I have no idea what it actually means, but the system won’t boot even after more than 30 minutes left in this state.

I’ve contacted Crucial and will be waiting for a response next week. So most probably not Framework’s fault.

The laptop is also stable with the single working module - I haven’t had any crashes or freezes.

Kaukov · December 17, 2024, 8:09pm

Last update:

It seems the issue only occurs when I have both memory sticks inserted. If only one stick is slotted in any of the slots the system is stable, but I get way less FPS in games. When both sticks are present, I get decent FPS, but the laptop shuts down in less than 5 minutes from launching the game.

I created a support ticket a month or more ago and still haven’t received a response so I might create a new one.

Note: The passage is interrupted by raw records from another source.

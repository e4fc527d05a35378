import { formatCount } from '../../format/numbers';
import { smallestIntegerMeeting } from '../numerics/integer-search';
import { heterogeneityFloor } from './heterogeneity-floor';
import { requirePositive } from '../helpers/domain-guards';
import { requireNonNegative } from './require-input';
import type { PooledTarget } from './types';

/** The largest number of sites the search below looks at. */
export const MAX_SITES_SEARCHED = 1_000_000;

/** A number of sites, or null with the reason no number of sites will do. */
export interface SitesNeeded {
  readonly sites: number | null;
  readonly reason?: string;
}

/** Fewest sites that could meet each pooled target if every site had unlimited participants. */
export interface MinimumSites {
  readonly summary: SitesNeeded;
  /** null when the target has no prediction-interval width. */
  readonly prediction: SitesNeeded | null;
}

function sitesNeeded(found: number | null): SitesNeeded {
  return found !== null
    ? { sites: found }
    : { sites: null, reason: `more than ${formatCount(MAX_SITES_SEARCHED)} sites would be needed` };
}

/**
 * Necessary number of sites: however many participants each site recruits, the summary CI width
 * stays above 2·z·τ/√K and the prediction-interval width above 2·t_{K−2}·τ (heterogeneityFloor),
 * so a target W needs the smallest K whose floor is below W. These are lower bounds: finite per-site n
 * needs more sites still. A prediction target W ≤ 2·z·τ cannot be met by any K (reason given).
 * Domain: τ finite ≥ 0; widths finite > 0; 0 < confidence < 1 (DomainError otherwise).
 * Integer search over K in [1, 1,000,000] (prediction: [3, 1,000,000]); beyond that null with the reason.
 * Source: limits of the Higgins–Thompson–Spiegelhalter interval, J R Stat Soc A 2009,
 * doi:10.1111/j.1467-985X.2008.00552.x.
 * @example minimumSites(0.1, { maxSummaryCiWidth: 0.1 }).summary.sites // 16 (2·1.96·0.1/√16 = 0.098)
 */
export function minimumSites(tau: number, target: PooledTarget, confidence = 0.95): MinimumSites {
  requireNonNegative('tau', tau);
  requirePositive('target.maxSummaryCiWidth', target.maxSummaryCiWidth);
  const summaryFound = smallestIntegerMeeting(
    (k) => heterogeneityFloor(tau, k, confidence).summaryWidthAtK < target.maxSummaryCiWidth,
    1,
    MAX_SITES_SEARCHED,
  );
  const summary = sitesNeeded(summaryFound.n);
  const maxPi = target.maxPredictionIntervalWidth;
  if (maxPi === undefined) return { summary, prediction: null };
  requirePositive('target.maxPredictionIntervalWidth', maxPi);
  if (heterogeneityFloor(tau, 3, confidence).predictionWidthManySites >= maxPi) {
    return {
      summary,
      prediction: {
        sites: null,
        reason: 'the target is at or below 2·z·τ, the width heterogeneity alone gives however many sites and participants',
      },
    };
  }
  const predictionFound = smallestIntegerMeeting(
    (k) => (heterogeneityFloor(tau, k, confidence).predictionWidthAtK ?? Number.POSITIVE_INFINITY) < maxPi,
    3,
    MAX_SITES_SEARCHED,
  );
  return { summary, prediction: sitesNeeded(predictionFound.n) };
}
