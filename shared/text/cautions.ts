// The cautions shown with every result: in the app, the About box, reports and the command line.
export const CAUTIONS: readonly string[] = [
  'These numbers concern statistical precision only: they say nothing about clinical utility or patient safety.',
  'They rest on anticipated values that may be wrong; check them against the range of plausible assumptions.',
  'Defer to your ethics committee, regulators and local practice, which may require larger or different samples.',
];

export const CAUTIONS_ONE_LINE =
  'Statistical precision only — not clinical utility or safety. Defer to your ethics committee, regulators and local practice.';
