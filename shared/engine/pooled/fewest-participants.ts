import { smallestIntegerMeeting } from '../numerics/integer-search';
import type { AllocationProblem } from './allocation-problem';
import { marginalAllocation } from './marginal-allocation';

/** Outcome of the fewest-participants search. */
export interface FewestParticipantsResult {
  /** Per-site n (whole numbers within [floor, cap]); null when the search failed. */
  readonly allocation: readonly number[] | null;
  readonly reason?: string;
}

/**
 * An allocation meeting every measure in `measureIndices` with few participants, each site's n
 * within [floors_i, caps_i], starting from `start` (default: the floors). The caps must suffice.
 *
 * Method: marginal allocation (marginalAllocation) in phases. While some measures are unmet, the
 * value of a site's next participant is Σ_{m unmet} Δw_im/R_m, with w_im = 1/(s_im² + τ_m²) and
 * R_m the total weight measure m needs (each measure counted by the share of its need the
 * participant covers); a phase ends when one more measure is met. Then every site, least useful
 * last participant first, is lowered to the smallest n that still meets every target.
 *
 * Why this is the fewest for one measure. When s² = a/(n − c) (+ b, b ≥ 0) — the form of the
 * closed-form per-site SEs on their decreasing branch — w(n) = 1/(s² + τ²) is increasing with
 * non-increasing increments (concave). For a separable concave objective under a total budget N
 * and box constraints, the greedy increment sequence is optimal for every N: if an optimum at
 * budget N lacked the greedy's next increment, swapping its smallest-gain increment for that one
 * cannot lower Σw, since a site's gains only fall as it grows. The best Σw at total N therefore
 * rises with N along the greedy sequence, and the first N at which it reaches R_m is the smallest
 * total that meets the target. With several measures the phases are a heuristic; the planner
 * compares the result with lower bounds and says whether it is proven the fewest.
 * Domain: as AllocationProblem. Source: marginal analysis (Gross 1956; Fox, Management Science
 * 1966 — from memory; common practice).
 * @example fewestParticipants(problem, [0]).allocation // [105, 105, 100] (problem as in makeAllocationProblem's example)
 */
export function fewestParticipants(
  problem: AllocationProblem,
  measureIndices: readonly number[],
  start: readonly number[] = problem.floors,
): FewestParticipantsResult {
  const { floors, caps } = problem;
  let x = [...start];
  let unmet = measureIndices.filter((m) => !problem.meets(x, m));
  for (let phase = 0; phase <= measureIndices.length && unmet.length > 0; phase++) {
    const active = unmet;
    const run = marginalAllocation(
      x,
      caps,
      (site, n) => active.reduce((g, m) => g + problem.weightGain(site, m, n) / (problem.requiredWeight[m] ?? 1), 0),
      (allocation) => active.some((m) => problem.meets(allocation, m)),
    );
    if (run.allocation === null) return { allocation: null, reason: run.reason ?? 'the marginal allocation failed' };
    x = [...run.allocation];
    unmet = active.filter((m) => !problem.meets(x, m));
  }
  if (unmet.length > 0) return { allocation: null, reason: 'the phases ended with a measure still unmet' };

  const allMet = (allocation: readonly number[]): boolean => measureIndices.every((m) => problem.meets(allocation, m));
  const lastGain = (site: number): number => {
    const n = x[site] ?? 0;
    if (n <= (floors[site] ?? n)) return Number.POSITIVE_INFINITY;
    return measureIndices.reduce((g, m) => g + problem.weightGain(site, m, n - 1) / (problem.requiredWeight[m] ?? 1), 0);
  };
  const trimOrder = x
    .map((_, site) => ({ site, g: lastGain(site) }))
    .filter((e) => e.g !== Number.POSITIVE_INFINITY)
    .sort((a, b) => a.g - b.g || a.site - b.site);
  for (const { site } of trimOrder) {
    const found = smallestIntegerMeeting((v) => allMet(x.map((n, s) => (s === site ? v : n))), floors[site] ?? 0, x[site] ?? 0);
    if (found.n !== null) x[site] = found.n;
  }
  return { allocation: x };
}
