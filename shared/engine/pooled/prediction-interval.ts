import { DomainError } from '../errors';
import { tQuantile } from '../numerics/distributions';
import { requirePositive } from '../helpers/domain-guards';
import { requireNonNegative } from './require-input';

/** The prediction interval for the true value of the measure in a new site. */
export interface PredictionInterval {
  readonly k: number;
  /** Degrees of freedom of the t quantile, K − 2. */
  readonly df: number;
  /** t_{K−2} quantile at 1 − (1 − confidence)/2. */
  readonly t: number;
  /** t · √(τ² + SE²). */
  readonly halfWidth: number;
  readonly width: number;
  /** centre ± halfWidth when a centre (the anticipated summary value) was given, else null. */
  readonly lower: number | null;
  readonly upper: number | null;
}

/**
 * Prediction interval for a new site (Higgins–Thompson–Spiegelhalter form):
 * summary ± t_{K−2, 1−α/2} · √(τ² + SE²), width 2·t·√(τ² + SE²).
 * The t on K − 2 degrees of freedom allows for estimating both the mean and τ, so K ≥ 3 is
 * required: with K = 2 there are no degrees of freedom left and the interval is not defined.
 * For planning, τ is the anticipated value and SE the planned summary SE (see randomEffectsSummary).
 * Domain: summarySe finite > 0; τ finite ≥ 0; k a whole number ≥ 3; 0 < confidence < 1; centre finite
 * when given. Outside it a DomainError names the field. Accuracy: that of tQuantile (~1e-12).
 * Source: J R Stat Soc A 2009;172(1):137–159, doi:10.1111/j.1467-985X.2008.00552.x.
 * @example predictionInterval(0.05, 0.1, 10).width // 0.5156382 (2 · 2.306004 · √0.0125)
 */
export function predictionInterval(
  summarySe: number,
  tau: number,
  k: number,
  confidence = 0.95,
  centre?: number,
): PredictionInterval {
  requirePositive('summarySe', summarySe);
  requireNonNegative('tau', tau);
  if (!(Number.isInteger(k) && k >= 3)) {
    throw new DomainError(
      'k (number of sites)',
      k,
      'a whole number ≥ 3: the prediction interval uses t with K − 2 degrees of freedom, so it needs at least 3 sites',
    );
  }
  if (!(confidence > 0 && confidence < 1)) throw new DomainError('confidence', confidence, 'a level strictly between 0 and 1');
  if (centre !== undefined && !Number.isFinite(centre)) throw new DomainError('centre', centre, 'a finite number');
  const df = k - 2;
  const t = tQuantile(1 - (1 - confidence) / 2, df);
  const halfWidth = t * Math.sqrt(tau * tau + summarySe * summarySe); // HTS 2009: t_{K−2} √(τ² + SE²)
  return {
    k,
    df,
    t,
    halfWidth,
    width: 2 * halfWidth,
    lower: centre === undefined ? null : centre - halfWidth,
    upper: centre === undefined ? null : centre + halfWidth,
  };
}
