import { DomainError } from '../errors';
import { tQuantile, zForConfidence } from '../numerics/distributions';
import { pooledPrecision, type PooledMeasurePrecision } from './pooled-precision';
import { requireStandardError } from './require-input';
import type { PooledMeasure, SeAtN } from './types';

/**
 * A pooled allocation problem after validation: K sites with whole-number floors and (finite)
 * caps, M measures, and per-site SE functions. Shared by the fewest-participants and the
 * shortest-recruitment searches so that both decide "met" in the same way (pooledPrecision).
 */
export interface AllocationProblem {
  readonly k: number;
  readonly measures: readonly PooledMeasure[];
  readonly floors: readonly number[];
  readonly caps: readonly number[];
  readonly confidence: number;
  /**
   * Per measure, the total weight Σ 1/(s_i² + τ²) its targets need: (2z/W)² for the summary and
   * 1/((W_PI/(2t_{K−2}))² − τ²) for the prediction interval (the larger). Used only to put
   * the measures' weight gains on one footing; Infinity when the prediction target is unreachable.
   */
  readonly requiredWeight: readonly number[];
  /** Per-site SE of measure m at n (validated: finite and > 0). */
  se(site: number, measure: number, n: number): number;
  /** Increase of the site's weight 1/(s² + τ²) for measure m from n to n + 1 (≥ 0). */
  weightGain(site: number, measure: number, n: number): number;
  /** Σ_i 1/(s_im(n_i)² + τ_m²): the total random-effects weight of measure m at the allocation. */
  totalWeight(allocation: readonly number[], measure: number): number;
  /** Pooled precision of every measure at the allocation. */
  precision(allocation: readonly number[]): PooledMeasurePrecision[];
  /** Whether measure m meets its targets at the allocation. */
  meets(allocation: readonly number[], measure: number): boolean;
}

export interface AllocationProblemInput {
  readonly measures: readonly PooledMeasure[];
  /** seAtN[site][measure]. */
  readonly seAtN: readonly (readonly SeAtN[])[];
  readonly siteIds: readonly string[];
  readonly floors: readonly number[];
  readonly caps: readonly number[];
  readonly confidence: number;
}

/** Relative slack allowed when checking that an SE does not increase with n (floating-point noise). */
const MONOTONE_SLACK = 1e-12;

/**
 * Builds the problem. SE values and weight gains are cached per site and measure (the SE functions must be pure).
 * Domain: inputs already validated by planPooledAllocation; an SE function that returns a
 * non-finite or non-positive value, or an SE that grows with n, raises a DomainError naming the
 * site and measure. Sources: weights as in randomEffectsSummary (DerSimonian & Laird 1986);
 * prediction interval as in predictionInterval (J R Stat Soc A 2009).
 * @example makeAllocationProblem({ measures: [slope], seAtN: [[se], [se], [se]], siteIds: ['A', 'B', 'C'], floors: [10, 10, 10], caps: [400, 400, 100], confidence: 0.95 }).meets([400, 400, 100], 0) // true
 *   (se = (n) => 1 / Math.sqrt(n); slope with τ 0.05, width 0.25; sites A, B, C with minimum 10 and capacity 400, 400, 100)
 */
export function makeAllocationProblem(input: AllocationProblemInput): AllocationProblem {
  const { measures, floors, caps, confidence, siteIds } = input;
  const k = floors.length;
  const caches = input.seAtN.map((row) => row.map(() => new Map<number, number>()));
  const gainCaches = input.seAtN.map((row) => row.map(() => new Map<number, number>()));
  const z = zForConfidence(confidence);
  const t = k >= 3 ? tQuantile(1 - (1 - confidence) / 2, k - 2) : null;

  const se = (site: number, measure: number, n: number): number => {
    const cache = caches[site]?.[measure];
    const fn = input.seAtN[site]?.[measure];
    if (cache === undefined || fn === undefined)
      throw new DomainError('site or measure index', `${site}, ${measure}`, 'an existing site and measure');
    const hit = cache.get(n);
    if (hit !== undefined) return hit;
    const value = requireStandardError(`sites[${site}] (${siteIds[site] ?? ''}).seAtN.${measures[measure]?.id ?? ''}`, fn(n), n);
    cache.set(n, value);
    return value;
  };

  const weightGain = (site: number, measure: number, n: number): number => {
    const cache = gainCaches[site]?.[measure];
    const hit = cache?.get(n);
    if (hit !== undefined) return hit;
    const tau2 = (measures[measure]?.tau ?? 0) ** 2;
    const v0 = se(site, measure, n) ** 2;
    const v1 = se(site, measure, n + 1) ** 2;
    if (v1 > v0 * (1 + MONOTONE_SLACK)) {
      throw new DomainError(
        `sites[${site}] (${siteIds[site] ?? ''}).seAtN.${measures[measure]?.id ?? ''}`,
        `SE ${v0 ** 0.5} at n = ${n} but ${v1 ** 0.5} at n = ${n + 1}`,
        "a standard error that does not increase with n from the site's minimum n up to its capacity",
      );
    }
    // 1/(v1 + τ²) − 1/(v0 + τ²), written so that the difference v0 − v1 is taken first (less cancellation)
    const gain = Math.max(0, v0 - v1) / ((v0 + tau2) * (v1 + tau2));
    cache?.set(n, gain);
    return gain;
  };

  const requiredWeight = measures.map((m) => {
    const summary = ((2 * z) / m.target.maxSummaryCiWidth) ** 2; // SE ≤ W/(2z)  ⇔  Σw ≥ (2z/W)²
    const maxPi = m.target.maxPredictionIntervalWidth;
    if (maxPi === undefined) return summary;
    if (t === null) return Number.POSITIVE_INFINITY;
    const maxVariance = (maxPi / (2 * t)) ** 2 - m.tau ** 2; // 2t√(τ² + V) ≤ W_PI  ⇔  V ≤ (W_PI/2t)² − τ²
    return maxVariance > 0 ? Math.max(summary, 1 / maxVariance) : Number.POSITIVE_INFINITY;
  });

  const precisionOf = (allocation: readonly number[], measure: number): PooledMeasurePrecision => {
    const m = measures[measure];
    if (m === undefined) throw new DomainError('measure index', measure, `0 to ${measures.length - 1}`);
    return pooledPrecision(
      m,
      allocation.map((n, site) => se(site, measure, n)),
      confidence,
    );
  };

  const totalWeight = (allocation: readonly number[], measure: number): number => {
    const tau2 = (measures[measure]?.tau ?? 0) ** 2;
    let sum = 0;
    allocation.forEach((n, site) => (sum += 1 / (se(site, measure, n) ** 2 + tau2))); // DerSimonian–Laird weights
    return sum;
  };

  return {
    k,
    measures,
    floors,
    caps,
    confidence,
    requiredWeight,
    se,
    weightGain,
    totalWeight,
    precision: (allocation) => measures.map((_, m) => precisionOf(allocation, m)),
    meets: (allocation, measure) => precisionOf(allocation, measure).meets,
  };
}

But both sticks run flawlessly on their own, MemTest86+ passes with flying colors. Even both sticks pass all MemTest86+ tests, but fail in real-world scenarios.

I’m now certain it’s a mainboard issue.

_ce · December 19, 2024, 11:25pm

Still seeing occassional crashes again, though due to different daily use of my laptop in the last month (mostly coding, compiling, I’m guessing not so heavy GPU stuff) its been about a month since the last crash.

I’ve noticed that my last crash in Nov as well as the last 2 crashes actually created a minidump indicating a DPC_WATCHDOG_VIOLATION. That doesn’t tell much but it does indicate a hanging driver for whatever reason.

The last 2 minidump seemed to involve winhvr.sys (WSL was running both times) but the Nov dump involved mmcss.sys. I’ve been adviced to “RAM shuffle” my RAM modules, which I’ll try in any case.

For what its worth: memory configuration is “Kingston DDR5 SODIMM FURY Impact 2x16GB 5600”, SSD is “WD Black SN770 1TB M.2 SSD”, driver is the latest pack from Framework (Unified AMD Ryzen 7040 Series Driver Bundle 2024-10-02), BIOS is 3.05 and Link State Power Management in advanced power options is set to Off.